→ Assignment
I would like you to transcribe all of the data exactly.

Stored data
+ + + +
package org.hazewright.bench;

import java.util.ArrayList;
import java.util.List;
import java.util.OptionalDouble;
import java.util.stream.Collectors;
import org.hazewright.mixture.Item;
import org.hazewright.mixture.Mixture;
import org.hazewright.shelf.Family;
import org.hazewright.shelf.Form;
import org.hazewright.shelf.Ingredient;
import org.hazewright.shelf.Making;
import org.hazewright.shelf.Part;

/** Liquid and gel: mixed in one vessel, with a gel heated and cooled into its window before anything sensitive goes in. */
final class PouredSteps {
    private static final Step.Stage BASE = Step.Stage.BASE;
    private static final Step.Stage ADD = Step.Stage.ADD;
    private static final Step.Stage FINISH = Step.Stage.FINISH;

    private final StepList list;
    private final Mixture mixture;
    private final boolean heated;

    private PouredSteps(StepList list) {
        this.list = list;
        this.mixture = Mixture.of(list.recipe);
        this.heated = list.facts.meltC().isPresent();
    }

    static void write(StepList list) {
        PouredSteps p = new PouredSteps(list);
        p.vessel();
        List<Integer> later = p.cold();
        if (p.heated) p.heat();
        later.forEach(p::add);
        p.finish();
    }

    private void vessel() {
        String fill = Grams.plain(mixture.volumeMl()) + " mL";
        if (list.heavy())
            list.say(BASE, "Take a clean, dry vessel that holds well over " + fill + ". " + list.portions());
        else
            list.say(
                    BASE,
                    "Weigh a clean, dry vessel that holds well over " + fill
                            + ", with its lid and stirrer, write its mass" + " down and tare.");
        list.withBaseWords();
    }

    /** What goes in cold; returns the places of what must wait. */
    private List<Integer> cold() {
        List<Integer> later = new ArrayList<>();
        boolean powders = false;
        for (int k = 0; k < list.recipe.items().size(); k++) {
            Item item = list.item(k);
            Ingredient i = item.ingredient();
            if (MakingFacts.isBase(list.recipe, item)) {
                if (i.form() == Form.POWDER) {
                    list.weigh(BASE, list.weighing(k), "and sprinkle it on the cold liquid while stirring.");
                    powders = true;
                } else list.weigh(BASE, list.weighing(k), "into the vessel.");
            } else if (heated && early(i)) {
                list.weigh(BASE, list.weighing(k), "into the vessel and stir until it is dissolved.");
            } else later.add(k);
        }
        OptionalDouble swell = list.facts.ofBase(Making::hydrateMin);
        if (swell.isPresent() && (powders || heated)) {
            OptionalDouble at = list.facts.ofBase(Making::hydrateC);
            list.say(
                    BASE,
                    "Let it swell for " + StepList.minutes(swell.getAsDouble())
                            + (at.isPresent() ? " at " + celsius(at) : "") + ", covered.",
                    at,
                    swell);
        }
        return later;
    }

    /** Preservatives and other modifiers that heat does not harm dissolve in the cold liquid. */
    private static boolean early(Ingredient i) {
        return i.part() == Part.MODIFIER
                && i.making().addBelowC().isEmpty()
                && !i.making().addLast();
    }

    private void heat() {
        String balance = list.heavy() ? " on a balance that can carry it" : "";
        list.say(
                BASE,
                "Weigh the vessel with lid, stirrer and all that is in it" + balance + ", and write the mass down.");
        OptionalDouble melt = list.facts.meltC();
        list.say(
                BASE,
                "Heat to " + celsius(melt) + " under the lid, stirring slowly, until it is clear.",
                melt,
                OptionalDouble.empty(),
                Cautions.HOT);
        coolIntoWindow();
        list.say(
                BASE,
                "Weigh the vessel again and give back the water that it lost, warm, until the mass is the one written down.");
    }

    private void coolIntoWindow() {
        OptionalDouble below = list.facts.addBelowC();
        OptionalDouble above = list.facts.stayAboveC();
        if (below.isEmpty()) return;
        boolean open = above.isEmpty() || above.getAsDouble() < below.getAsDouble();
        if (open)
            list.say(
                    BASE,
                    "Let it cool to below " + celsius(below) + " while stirring slowly"
                            + (above.isPresent() ? ", but keep it above " + celsius(above) : "") + ".",
                    below,
                    OptionalDouble.empty());
        else {
            OptionalDouble hold = OptionalDouble.of(Math.max(
                    above.getAsDouble(), list.facts.ofBase(Making::pourC).orElse(0)));
            list.say(
                    BASE,
                    "Let it cool to " + celsius(hold) + " while stirring slowly, and no further: it thickens below "
                            + celsius(above) + ".",
                    hold,
                    OptionalDouble.empty(),
                    tooWarm(above.getAsDouble()));
        }
    }

    private String tooWarm(double leastC) {
        String names = list.facts.added().stream()
                .filter(i -> i.making().addBelowC().orElse(leastC) < leastC)
                .map(Ingredient::name)
                .collect(Collectors.joining("; "));
        if (names.isEmpty()) names = "What is added";
        return names + " would be better off cooler, below " + celsius(list.facts.addBelowC())
                + ": add it slowly, a little at a time.";
    }

    private void add(int place) {
        Weighing w = list.weighing(place);
        Ingredient i = w.ingredient();
        OptionalDouble stir = i.making().stirMin();
        if (w.from().isPresent()) {
            list.say(ADD, StockSteps.shake(w.label(), i));
            list.weigh(ADD, w, "into the vessel.");
        } else if (i.form() == Form.POWDER && i.making().sonicateMin().isPresent()) {
            OptionalDouble min = i.making().sonicateMin();
            list.weigh(ADD, w, "into a small cup.");
            list.say(
                    ADD,
                    "Wet the powder with a little liquid out of the vessel, disperse it by ultrasound for "
                            + StepList.minutes(min.getAsDouble())
                            + ", pour it back and rinse the cup with liquid from the vessel until nothing stays behind.",
                    OptionalDouble.empty(),
                    min,
                    Cautions.ULTRASOUND);
        } else {
            if (i.part() != Part.MODIFIER) StockSteps.rouseBottle(list, ADD, i);
            list.weigh(
                    ADD,
                    w,
                    i.form() == Form.POWDER ? "into the vessel and stir until it is dissolved." : "into the vessel.");
        }
        boolean untilSet = i.settles() && list.recipe.base().family() == Family.GEL;
        String length = stir.isPresent() ? "Stir for " + StepList.minutes(stir.getAsDouble()) : "Stir well";
        list.say(
                ADD,
                length + ", without drawing in air"
                        + (i.settles()
                                ? untilSet
                                        ? ", and go on stirring until pouring: it settles"
                                        : ", and go on stirring: it settles"
                                : "")
                        + ".",
                OptionalDouble.empty(),
                stir);
    }

    private void finish() {
        if (!list.heavy())
            list.say(
                    FINISH,
                    "Check: all together should weigh " + Grams.plain(mixture.massG())
                            + " g more than the empty vessel.");
        if (list.facts.degas()) list.say(FINISH, "Let the bubbles rise, or degas, before pouring.");
        if (list.recipe.base().family() == Family.LIQUID && !heated) {
            list.say(
                    FINISH,
                    list.facts.settles()
                            ? "Keep stirring until and while it is measured; cover it against dust and drying."
                            : "Cover it against dust and drying, and stir again before it is measured.");
            label();
            return;
        }
        OptionalDouble pour = list.facts.ofBase(Making::pourC);
        list.say(
                FINISH,
                "Skim off bubbles and pour into the moulds" + (pour.isPresent() ? " at " + celsius(pour) : "")
                        + (list.facts.settles() ? ", stirring to the last, and cool the moulds quickly" : "") + ".",
                pour,
                OptionalDouble.empty());
        OptionalDouble set = list.facts.ofBase(Making::setC);
        OptionalDouble hours = list.facts.ofBase(Making::setH);
        if (set.isPresent() || hours.isPresent())
            list.say(
                    FINISH,
                    "Cover against drying and let it set" + (set.isPresent() ? " at " + celsius(set) : "")
                            + (hours.isPresent() ? " for " + Grams.plain(hours.getAsDouble()) + " h" : "") + ".",
                    set,
                    hours.isPresent() ? OptionalDouble.of(60 * hours.getAsDouble()) : OptionalDouble.empty());
        label();
    }

    private void label() {
        list.say(FINISH, "Label it: recipe, date, name, and that it is for phantoms only.");
    }

    static String celsius(OptionalDouble c) {
        return Grams.plain(c.getAsDouble()) + " °C";
    }
}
+ + + +
→ Written answer
package org.hazewright.bench;

import java.util.ArrayList;
import java.util.List;
import java.util.OptionalDouble;
import java.util.stream.Collectors;
import org.hazewright.mixture.Item;
import org.hazewright.mixture.Mixture;
import org.hazewright.shelf.Family;
import org.hazewright.shelf.Form;
import org.hazewright.shelf.Ingredient;
import org.hazewright.shelf.Making;
import org.hazewright.shelf.Part;

/** Liquid and gel: mixed in one vessel, with a gel heated and cooled into its window before anything sensitive goes in. */
final class PouredSteps {
    private static final Step.Stage BASE = Step.Stage.BASE;
    private static final Step.Stage ADD = Step.Stage.ADD;
    private static final Step.Stage FINISH = Step.Stage.FINISH;

    private final StepList list;
    private final Mixture mixture;
    private final boolean heated;

    private PouredSteps(StepList list) {
        this.list = list;
        this.mixture = Mixture.of(list.recipe);
        this.heated = list.facts.meltC().isPresent();
    }

    static void write(StepList list) {
        PouredSteps p = new PouredSteps(list);
        p.vessel();
        List<Integer> later = p.cold();
        if (p.heated) p.heat();
        later.forEach(p::add);
        p.finish();
    }

    private void vessel() {
        String fill = Grams.plain(mixture.volumeMl()) + " mL";
        if (list.heavy())
            list.say(BASE, "Take a clean, dry vessel that holds well over " + fill + ". " + list.portions());
        else
            list.say(
                    BASE,
                    "Weigh a clean, dry vessel that holds well over " + fill
                            + ", with its lid and stirrer, write its mass" + " down and tare.");
        list.withBaseWords();
    }

    /** What goes in cold; returns the places of what must wait. */
    private List<Integer> cold() {
        List<Integer> later = new ArrayList<>();
        boolean powders = false;
        for (int k = 0; k < list.recipe.items().size(); k++) {
            Item item = list.item(k);
            Ingredient i = item.ingredient();
            if (MakingFacts.isBase(list.recipe, item)) {
                if (i.form() == Form.POWDER) {
                    list.weigh(BASE, list.weighing(k), "and sprinkle it on the cold liquid while stirring.");
                    powders = true;
                } else list.weigh(BASE, list.weighing(k), "into the vessel.");
            } else if (heated && early(i)) {
                list.weigh(BASE, list.weighing(k), "into the vessel and stir until it is dissolved.");
            } else later.add(k);
        }
        OptionalDouble swell = list.facts.ofBase(Making::hydrateMin);
        if (swell.isPresent() && (powders || heated)) {
            OptionalDouble at = list.facts.ofBase(Making::hydrateC);
            list.say(
                    BASE,
                    "Let it swell for " + StepList.minutes(swell.getAsDouble())
                            + (at.isPresent() ? " at " + celsius(at) : "") + ", covered.",
                    at,
                    swell);
        }
        return later;
    }

    /** Preservatives and other modifiers that heat does not harm dissolve in the cold liquid. */
    private static boolean early(Ingredient i) {
        return i.part() == Part.MODIFIER
                && i.making().addBelowC().isEmpty()
                && !i.making().addLast();
    }

    private void heat() {
        String balance = list.heavy() ? " on a balance that can carry it" : "";
        list.say(
                BASE,
                "Weigh the vessel with lid, stirrer and all that is in it" + balance + ", and write the mass down.");
        OptionalDouble melt = list.facts.meltC();
        list.say(
                BASE,
                "Heat to " + celsius(melt) + " under the lid, stirring slowly, until it is clear.",
                melt,
                OptionalDouble.empty(),
                Cautions.HOT);
        coolIntoWindow();
        list.say(
                BASE,
                "Weigh the vessel again and give back the water that it lost, warm, until the mass is the one written down.");
    }

    private void coolIntoWindow() {
        OptionalDouble below = list.facts.addBelowC();
        OptionalDouble above = list.facts.stayAboveC();
        if (below.isEmpty()) return;
        boolean open = above.isEmpty() || above.getAsDouble() < below.getAsDouble();
        if (open)
            list.say(
                    BASE,
                    "Let it cool to below " + celsius(below) + " while stirring slowly"
                            + (above.isPresent() ? ", but keep it above " + celsius(above) : "") + ".",
                    below,
                    OptionalDouble.empty());
        else {
            OptionalDouble hold = OptionalDouble.of(Math.max(
                    above.getAsDouble(), list.facts.ofBase(Making::pourC).orElse(0)));
            list.say(
                    BASE,
                    "Let it cool to " + celsius(hold) + " while stirring slowly, and no further: it thickens below "
                            + celsius(above) + ".",
                    hold,
                    OptionalDouble.empty(),
                    tooWarm(above.getAsDouble()));
        }
    }

    private String tooWarm(double leastC) {
        String names = list.facts.added().stream()
                .filter(i -> i.making().addBelowC().orElse(leastC) < leastC)
                .map(Ingredient::name)
                .collect(Collectors.joining("; "));
        if (names.isEmpty()) names = "What is added";
        return names + " would be better off cooler, below " + celsius(list.facts.addBelowC())
                + ": add it slowly, a little at a time.";
    }

    private void add(int place) {
        Weighing w = list.weighing(place);
        Ingredient i = w.ingredient();
        OptionalDouble stir = i.making().stirMin();
        if (w.from().isPresent()) {
            list.say(ADD, StockSteps.shake(w.label(), i));
            list.weigh(ADD, w, "into the vessel.");
        } else if (i.form() == Form.POWDER && i.making().sonicateMin().isPresent()) {
            OptionalDouble min = i.making().sonicateMin();
            list.weigh(ADD, w, "into a small cup.");
            list.say(
                    ADD,
                    "Wet the powder with a little liquid out of the vessel, disperse it by ultrasound for "
                            + StepList.minutes(min.getAsDouble())
                            + ", pour it back and rinse the cup with liquid from the vessel until nothing stays behind.",
                    OptionalDouble.empty(),
                    min,
                    Cautions.ULTRASOUND);
        } else {
            if (i.part() != Part.MODIFIER) StockSteps.rouseBottle(list, ADD, i);
            list.weigh(
                    ADD,
                    w,
                    i.form() == Form.POWDER ? "into the vessel and stir until it is dissolved." : "into the vessel.");
        }
        boolean untilSet = i.settles() && list.recipe.base().family() == Family.GEL;
        String length = stir.isPresent() ? "Stir for " + StepList.minutes(stir.getAsDouble()) : "Stir well";
        list.say(
                ADD,
                length + ", without drawing in air"
                        + (i.settles()
                                ? untilSet
                                        ? ", and go on stirring until pouring: it settles"
                                        : ", and go on stirring: it settles"
                                : "")
                        + ".",
                OptionalDouble.empty(),
                stir);
    }

    private void finish() {
        if (!list.heavy())
            list.say(
                    FINISH,
                    "Check: all together should weigh " + Grams.plain(mixture.massG())
                            + " g more than the empty vessel.");
        if (list.facts.degas()) list.say(FINISH, "Let the bubbles rise, or degas, before pouring.");
        if (list.recipe.base().family() == Family.LIQUID && !heated) {
            list.say(
                    FINISH,
                    list.facts.settles()
                            ? "Keep stirring until and while it is measured; cover it against dust and drying."
                            : "Cover it against dust and drying, and stir again before it is measured.");
            label();
            return;
        }
        OptionalDouble pour = list.facts.ofBase(Making::pourC);
        list.say(
                FINISH,
                "Skim off bubbles and pour into the moulds" + (pour.isPresent() ? " at " + celsius(pour) : "")
                        + (list.facts.settles() ? ", stirring to the last, and cool the moulds quickly" : "") + ".",
                pour,
                OptionalDouble.empty());
        OptionalDouble set = list.facts.ofBase(Making::setC);
        OptionalDouble hours = list.facts.ofBase(Making::setH);
        if (set.isPresent() || hours.isPresent())
            list.say(
                    FINISH,
                    "Cover against drying and let it set" + (set.isPresent() ? " at " + celsius(set) : "")
                            + (hours.isPresent() ? " for " + Grams.plain(hours.getAsDouble()) + " h" : "") + ".",
                    set,
                    hours.isPresent() ? OptionalDouble.of(60 * hours.getAsDouble()) : OptionalDouble.empty());
        label();
    }

    private void label() {
        list.say(FINISH, "Label it: recipe, date, name, and that it is for phantoms only.");
    }

    static String celsius(OptionalDouble c) {
        return Grams.plain(c.getAsDouble()) + " °C";
    }
}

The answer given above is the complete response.